## Task brief
Your job is to set down the stretch of entries that opens with the line containing "(m.baseline?.n ?? 0) + 20)));" and closes with the line containing "Math.max(start + 1, runs.length)])". Keep both end lines, copy each exactly, and add nothing.
Dataset records START
/** Words for config values and schema nodes, shared by the schema and cross-field checks. */

type SchemaNode = Record<string, unknown>;

/**
 * A value as a user wrote it, short: strings quoted and cut at 60 characters.
 * @example describeValue(null) // 'an empty value'
 */
export function describeValue(value: unknown): string {
  if (value === null || value === undefined) return 'an empty value';
  if (typeof value === 'string') return JSON.stringify(value.length > 60 ? `${value.slice(0, 57)}...` : value);
  if (typeof value === 'number' || typeof value === 'boolean') return String(value);
  if (Array.isArray(value)) return 'a list';
  if (typeof value === 'object' && Object.getPrototypeOf(value) === null) return 'a mapping';
  return 'a value of an unsupported type';
}

const TYPE_WORDS: Record<string, string> = {
  object: 'a mapping',
  array: 'a list',
  string: 'a string',
  number: 'a number',
  integer: 'a whole number',
  boolean: 'true or false',
};

/**
 * What a schema node allows, in words: "one of higher, lower, both", "a whole number of at
 * least 2", "a number greater than 0 and less than 1".
 * @example describeAllowed({ type: 'integer', minimum: 2 }) // 'a whole number of at least 2'
 */
export function describeAllowed(node: SchemaNode): string {
  if (Array.isArray(node.anyOf)) return (node.anyOf as SchemaNode[]).map(describeAllowed).join(', or ');
  if (Array.isArray(node.enum)) return `one of ${(node.enum as unknown[]).join(', ')}`;
  if (node.type === 'string' && typeof node.pattern === 'string' && typeof node.description === 'string') {
    return node.description;
  }
  const types = (Array.isArray(node.type) ? node.type : [node.type]).filter((t) => t !== 'null') as string[];
  let words = types.map((t) => TYPE_WORDS[t] ?? t).join(' or ');
  const bounds: string[] = [];
  if (typeof node.minimum === 'number') bounds.push(`at least ${node.minimum}`);
  if (typeof node.exclusiveMinimum === 'number') bounds.push(`greater than ${node.exclusiveMinimum}`);
  if (typeof node.maximum === 'number') bounds.push(`at most ${node.maximum}`);
  if (typeof node.exclusiveMaximum === 'number') bounds.push(`less than ${node.exclusiveMaximum}`);
  if (bounds.length > 0) words += `${bounds[0]!.startsWith('at ') ? ' of' : ''} ${bounds.join(' and ')}`;
  if (node.minLength === 1) words = words.replace(/^a /, 'a non-empty ');
  if (typeof node.maxLength === 'number') words += ` of at most ${node.maxLength} characters`;
  if (node.type === 'array' && typeof node.items === 'object' && node.items !== null) {
    words = `${node.minItems === 1 ? 'a non-empty list' : 'a list'} of ${plural(describeAllowed(node.items as SchemaNode))}`;
  }
  return words;
}

function plural(words: string): string {
  return words.replace(/^an? (non-empty )?(\w+)/, (_, ne: string | undefined, noun: string) => `${ne ?? ''}${noun}s`);
}
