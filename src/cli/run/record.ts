import type { CommandContext } from '../context.js';
import { loadConfig } from '../../config/load.js';
import { loadRun, type MetricFileOptions } from '../load-run.js';
import { historyStore } from '../open-history.js';
import { recordRun } from '../record-run.js';
import { withExactPlace } from '../../inputs/exact-place.js';
import { runInfoFrom, type RunInfoOptions } from '../run-info.js';

export interface RecordOptions extends MetricFileOptions, RunInfoOptions {
  history: string;
  config?: string;
  series: string;
}

/**
 * The work of `bellgate record`: appends the run to the history file (one line; the file is not
 * read beyond its header and last line) and says how many runs are kept.
 * @throws InputError (bad files, flags), StoreError (history unreadable or unwritable).
 * @example await runRecord(ctx, { metrics: ['bench.json'], history: 'h.json', series: 'default' })
 */
export async function runRecord(ctx: CommandContext, options: RecordOptions): Promise<void> {
  const config = await loadConfig(options.config, ctx.io.cwd);
  const run = await loadRun(ctx, config, options);
  const store = historyStore(ctx, options.history, options.series);
  const info = runInfoFrom(ctx, options);
  // A unit the history refuses is named at its exact line of the metric file.
  const saved = await withExactPlace(() => recordRun(store, info, run, config.keep), ctx.io.cwd);
  const replaced =
    saved.replaced === undefined
      ? ''
      : saved.replaced === info.id
        ? ' (replacing the earlier run with this id)'
        : ` (replacing ${saved.replaced}, an earlier attempt of this CI run)`;
  ctx.io.stdout(
    `recorded run ${info.id} with ${run.metrics.size} metrics in ${store.describe()}${replaced}; ${saved.runs} runs kept\n`,
  );
}
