const html_history_chart_W = 560;
const html_history_chart_H = 220;
const html_history_chart_M = { top: 14, right: 18, bottom: 42, left: 72 };
const MIN_RUNS = 120;
const MAX_RUNS = 400;
/**
 * An SVG of a metric's history over runs (values from the history's column), with the fitted mean
 * as a dashed line, the band where the relative density stays above the cutoff shaded over the
 * baseline runs, and this run marked by its status shape after the last run (the newest 120-400
 * runs, as many as the baseline needs). On the log scale the
 * y axis is logarithmic, so the band reads symmetric as it was fitted. Every point has a <title>
 * tooltip (run id, time, value). Returns '' when there is nothing to draw.
 */
function historyChart(m, column, runs, cutoff) {
    const every = columnPoints(column, runs);
    const base = baselinePoints(every, m);
    // The newest runs only: enough to show the baseline and some before it, and a page of 500
    // metrics x 1000 runs stays a few MB.
    const shown = Math.min(runs.length, Math.min(MAX_RUNS, Math.max(MIN_RUNS, (m.baseline?.n ?? 0) + 20)));
    const start = runs.length - shown;
    const pts = every.filter((p) => p.index >= start);
    const now = m.value !== undefined && Number.isFinite(m.value) ? m.value : undefined;
    if (pts.length === 0 && now === undefined)
        return '';
    const band = cutoffBand(m, cutoff);
    const all = [...pts.map((p) => p.value), ...(now === undefined ? [] : [now]), ...(band ? [band.low, band.high] : [])];
    const log = m.baseline?.scale === 'log' && all.every((v) => v > 0);
    const y = valueScale(log, Math.min(...all), Math.max(...all), [html_history_chart_H - html_history_chart_M.bottom, html_history_chart_M.top]);
    const x = (0,d3_scale/* scaleLinear */.m4)()
        .domain([start, Math.max(start + 1, runs.length)])
        .range([html_history_chart_M.left, html_history_chart_W - html_history_chart_M.right]);
    const unit = m.unit === undefined ? '' : (0,report_escape/* escapeHtml */.Z)(m.unit, 40);
    const parts = [];
    if (band && base.length > 0) {
        const first = Math.max(start, base[0]?.index ?? 0);
        const shade = (0,d3_shape/* area */.Wc)()
            .x((i) => x(i))
            .y0(() => y(band.low))
            .y1(() => y(band.high));
        const bandTip = `density above the cutoff: ${(0,report_escape/* escapeHtml */.Z)((0,format/* formatValue */.Fl)(band.low))} to ${(0,report_escape/* escapeHtml */.Z)((0,format/* formatValue */.Fl)(band.high))} ${unit}`;
        parts.push(svgElement('path', { class: 'band', d: shade([first, runs.length]) ?? '' }, bandTip));
        const centre = (0,d3_shape/* line */.n8)()
            .x((i) => x(i))
            .y(() => y(band.mean));
        const meanTip = `fitted mean ${(0,report_escape/* escapeHtml */.Z)((0,format/* formatValue */.Fl)(band.mean))} ${unit}`;
        parts.push(svgElement('path', { class: 'mean', d: centre([first, runs.length]) ?? '' }, meanTip));
    }
    const trace = (0,d3_shape/* line */.n8)()
        .x((p) => x(p.index))
        .y((p) => y(p.value));
    if (pts.length > 1)
        parts.push(svgElement('path', { class: 'trace', d: trace(pts) ?? '' }));
    for (const p of pts) {
        const when = `${p.run.time ? ` · ${p.run.time}` : ''}${p.run.sha ? ` · ${p.run.sha.slice(0, 12)}` : ''}`;
        const tip = (0,report_escape/* escapeHtml */.Z)(`run ${p.run.id}${when}: ${(0,format/* formatValue */.Fl)(p.value)} ${m.unit ?? ''}`, 300);
        parts.push(svgElement('circle', { class: 'point', cx: x(p.index), cy: y(p.value), r: 2.6 }, tip));
    }
    if (now !== undefined) {
        const tip = `this run: ${(0,report_escape/* escapeHtml */.Z)((0,format/* formatValue */.Fl)(now))} ${unit} (${m.status})`;
        parts.push(statusSymbol(m.status, px(x(runs.length)), px(y(now)), tip));
    }
    const xLabel = start > 0 ? `run, newest ${shown} of ${runs.length} (last: this run)` : 'run, oldest to newest (last: this run)';
    const axes = bottomAxis(x, html_history_chart_H - html_history_chart_M.bottom, xLabel) + leftAxis(y, html_history_chart_M.left, unit || 'value');
    return chartSvg(html_history_chart_W, html_history_chart_H, `history of ${(0,report_escape/* escapeHtml */.Z)(m.name, 200)}`, axes + parts.join(''));
}

;// CONCATENATED MODULE: ./src/report/html-script.ts
/**
 * The report's only script: sort the summary table when a header button is clicked (numbers by
 * their data-sort value, text otherwise; click again to reverse). Without JavaScript the table
 * stays in the markup's order, by status. No network, no eval, no data from the page's text
 * reaches innerHTML: rows are moved, never rebuilt.
 */
const HTML_SCRIPT = `
(function () {
  var table = document.getElementById('summary');
  if (!table || !table.tBodies[0]) return;
  var body = table.tBodies[0];
  var heads = table.tHead.rows[0].cells;
  function key(row, col) {
    var cell = row.cells[col];
    var v = cell.getAttribute('data-sort');
    if (v === null) return cell.textContent.trim().toLowerCase();
    var n = parseFloat(v);
    return isNaN(n) ? v : n;
  }
  Array.prototype.forEach.call(heads, function (th, col) {
    var button = th.querySelector('button');
    if (!button) return;
    button.addEventListener('click', function () {
      var dir = th.getAttribute('aria-sort') === 'ascending' ? -1 : 1;
      Array.prototype.forEach.call(heads, function (h) { h.removeAttribute('aria-sort'); });
      th.setAttribute('aria-sort', dir === 1 ? 'ascending' : 'descending');
      var rows = Array.prototype.slice.call(body.rows);
      rows.sort(function (a, b) {
        var x = key(a, col), y = key(b, col);
        var xm = x === '' || x === 'n/a', ym = y === '' || y === 'n/a';
        if (xm !== ym) return xm ? 1 : -1;
        if (typeof x === 'number' && typeof y === 'number') return (x - y) * dir;
        return String(x).localeCompare(String(y)) * dir;
      });
      rows.forEach(function (r) { body.appendChild(r); });
    });
  });
})();
`;

// EXTERNAL MODULE: ./src/report/since-order.ts
var since_order = __webpack_require__(3801);
// EXTERNAL MODULE: ./src/report/since-words.ts
var since_words = __webpack_require__(3056);
;// CONCATENATED MODULE: ./src/report/html-since.ts








const html_since_W = 560;
const html_since_H = 200;
const html_since_M = { top: 14, right: 18, bottom: 40, left: 72 };
/** Metrics drawn at most; the rest are listed (a page of thousands of charts helps no one). */
const MAX_CHARTS = 60;
/**
 * An SVG of one metric's path from the reference to now: every recorded value from the first
 * run of the level-then window to the newest run, the reference as a vertical line, the level
 * then and the level now as dashed lines over their windows, and each step as a marked vertical
 * line with a tooltip (its size, first run, pull request). The y axis is logarithmic when the
 * review compared ratios. Returns '' when the history holds none of the metric's runs.
 */
function sincePathChart(m, report, history) {
    const ids = new Map(history.runs.map((r, i) => [r.id, i]));
    const from = ids.get(m.then?.from ?? report.reference.run) ?? ids.get(report.reference.run);
    const to = ids.get(report.latest.run);
    const column = history.columns.get(m.name);
    if (from === undefined || to === undefined || column === undefined)
        return '';
    const pts = [];
    for (let i = from; i <= to; i++) {
        const value = column.values[i];
        if (value !== undefined && Number.isFinite(value))
            pts.push({ index: i, value, run: history.runs[i] });
    }
    if (pts.length === 0)
        return '';
    const levels = [m.then?.level, m.now?.level].filter((v) => v !== undefined && Number.isFinite(v));
    const all = [...pts.map((p) => p.value), ...levels];
    const log = m.scale === 'log' && all.every((v) => v > 0);
    const y = valueScale(log, Math.min(...all), Math.max(...all), [html_since_H - html_since_M.bottom, html_since_M.top]);
    const x = (0,d3_scale/* scaleLinear */.m4)()
        .domain([from, Math.max(from + 1, to)])
        .range([html_since_M.left, html_since_W - html_since_M.right]);
    const unit = m.unit === undefined ? '' : (0,report_escape/* escapeHtml */.Z)(m.unit, 40);
    const parts = [];
    const vertical = (index, cls, tip) => svgElement('line', { class: cls, x1: x(index), x2: x(index), y1: html_since_M.top, y2: html_since_H - html_since_M.bottom }, tip);
    const reference = ids.get(report.reference.run);
    if (reference !== undefined)
        parts.push(vertical(reference, 'since-ref', `reference: run ${(0,report_escape/* escapeHtml */.Z)(report.reference.run, 100)}`));
    for (const [window, name] of [
        [m.then, 'then'],
        [m.now, 'now'],
    ]) {
        const a = window === undefined ? undefined : ids.get(window.from);
        const b = window === undefined ? undefined : ids.get(window.to);
        if (window === undefined || a === undefined || b === undefined)
            continue;
        const tip = `level ${name}: ${(0,report_escape/* escapeHtml */.Z)((0,format/* formatValue */.Fl)(window.level))} ${unit} (median of ${window.n} runs)`;
        parts.push(svgElement('line', {
            class: `mean since-${name}`,
            x1: x(a),
            x2: x(Math.max(b, a + 0.5)),
            y1: y(window.level),
            y2: y(window.level),
        }, tip));
    }
    for (const s of m.steps) {
        const at = ids.get(s.run);
        if (at === undefined)
            continue;
        const pr = s.pr === undefined ? '' : `, PR #${s.pr}`;
        const mark = s.mark ? `, ${s.mark.reason}` : '';
        parts.push(vertical(at, 'since-step', (0,report_escape/* escapeHtml */.Z)(`step ${(0,since_words/* ratioText */.B9)(s.ratio)} from run ${s.run}${pr}${mark}`, 300)));
        parts.push(textElement({ class: 'note', x: x(at) + 3, y: html_since_M.top + 10 }, (0,report_escape/* escapeHtml */.Z)((0,since_words/* ratioText */.B9)(s.ratio))));
    }
    const trace = (0,d3_shape/* line */.n8)()
        .x((p) => x(p.index))
        .y((p) => y(p.value));
    if (pts.length > 1)
        parts.push(svgElement('path', { class: 'trace', d: trace(pts) ?? '' }));
    for (const p of pts) {
        const tip = (0,report_escape/* escapeHtml */.Z)(`run ${p.run.id}${p.run.time ? ` · ${p.run.time}` : ''}: ${(0,format/* formatValue */.Fl)(p.value)} ${m.unit ?? ''}`, 300);
        parts.push(svgElement('circle', { class: 'point', cx: x(p.index), cy: y(p.value), r: 2.4 }, tip));
    }
    const axes = bottomAxis(x, html_since_H - html_since_M.bottom, 'run, from the level-then window to the newest') + leftAxis(y, html_since_M.left, unit || 'value');
    return chartSvg(html_since_W, html_since_H, `path of ${(0,report_escape/* escapeHtml */.Z)(m.name, 200)} since the reference`, axes + parts.join(''));
}
/**
 * The HTML report's release review section: the headline counts and range, how the reference was
 * matched, then per metric (worse first; the first MAX_CHARTS that have something to tell) its
 * sentence and its path chart; quiet metrics are listed by name. Everything from the history is
 * escaped.
 */
function sinceSection(report, history) {
    const ordered = (0,since_order/* sinceOrder */.v)(report.metrics);
    const told = ordered.filter(since_order/* noteworthy */.o);
    const quiet = ordered.filter((m) => !(0,since_order/* noteworthy */.o)(m));
    const drawn = told.slice(0, MAX_CHARTS).map((m) => {
        const chart = sincePathChart(m, report, history);
        const unit = m.unit === undefined ? '' : ` <span class="meta">(${(0,report_escape/* escapeHtml */.Z)(m.unit, 40)})</span>`;
        return (`<div class="since-metric" data-metric="${(0,report_escape/* escapeHtml */.Z)(m.name, 300)}"><h3><span class="s-${m.status === 'worse' ? 'regressed' : m.status === 'better' ? 'improved' : 'ok'}">${m.status}</span> ${(0,report_escape/* escapeHtml */.Z)(m.name, 300)}${unit}</h3>` +
            `<p class="reason">${(0,report_escape/* escapeHtml */.Z)((0,since_words/* metricSentence */.I9)(m, report), 1500)}</p>${chart || '<p class="note-text">No values to draw.</p>'}</div>`);
    });
    const more = told.length > MAX_CHARTS
        ? `<p class="note-text">…and ${told.length - MAX_CHARTS} more metrics with changes; see the JSON review.</p>`
        : '';
    const rest = quiet.length > 0
        ? `<p class="meta">Unchanged, new or gone without steps or creep: ${quiet.map((m) => (0,report_escape/* escapeHtml */.Z)(m.name, 300)).join(', ')}.</p>`
        : '';
    const note = report.reference.note ? `<p class="report-note">${(0,report_escape/* escapeHtml */.Z)(report.reference.note, 500)}.</p>` : '';
    return (`<section id="since" class="since"><h2>Release review: ${(0,report_escape/* escapeHtml */.Z)((0,since_words/* statusLine */.Bs)(report))}</h2>` +
        `<p class="meta">${(0,report_escape/* escapeHtml */.Z)((0,since_words/* rangeLine */.ye)(report, (t) => t), 600)}. Dots are recorded runs; the solid line is the reference, dashed lines the level then and now, red lines the steps.</p>` +
        note +
        (told.length === 0 ? '<p>No metric changed level, stepped or crept in this range.</p>' : drawn.join('')) +
        more +
        rest +
        `<p class="legend">${(0,report_escape/* escapeHtml */.Z)(since_words/* EVIDENCE_NOTE */.te)}</p></section>`);
}
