import { compileGlobs } from './glob-matcher.js';

/**
 * A glob that matches exactly this metric name: picomatch's special characters are escaped with
 * a backslash, so "cache[hit]" or "!legacy" are read literally. Returns undefined when the escaped
 * glob still does not match the name alone (then no rule is written for it).
 * @example literalGlob('latency/p95{eu}') // 'latency/p95\\{eu\\}'
 */
export function literalGlob(name: string): string | undefined {
  const glob = name.replace(/[\\*?[\]{}()!+@|^$]/g, '\\$&');
  return compileGlobs([glob])(name) ? glob : undefined;
}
Dataset records END
## Your response
    const shown = Math.min(runs.length, Math.min(MAX_RUNS, Math.max(MIN_RUNS, (m.baseline?.n ?? 0) + 20)));
    const start = runs.length - shown;
    const pts = every.filter((p) => p.index >= start);
    const now = m.value !== undefined && Number.isFinite(m.value) ? m.value : undefined;
    if (pts.length === 0 && now === undefined)
        return '';
    const band = cutoffBand(m, cutoff);
    const all = [...pts.map((p) => p.value), ...(now === undefined ? [] : [now]), ...(band ? [band.low, band.high] : [])];
    const log = m.baseline?.scale === 'log' && all.every((v) => v > 0);
    const y = valueScale(log, Math.min(...all), Math.max(...all), [html_history_chart_H - html_history_chart_M.bottom, html_history_chart_M.top]);
    const x = (0,d3_scale/* scaleLinear */.m4)()
        .domain([start, Math.max(start + 1, runs.length)])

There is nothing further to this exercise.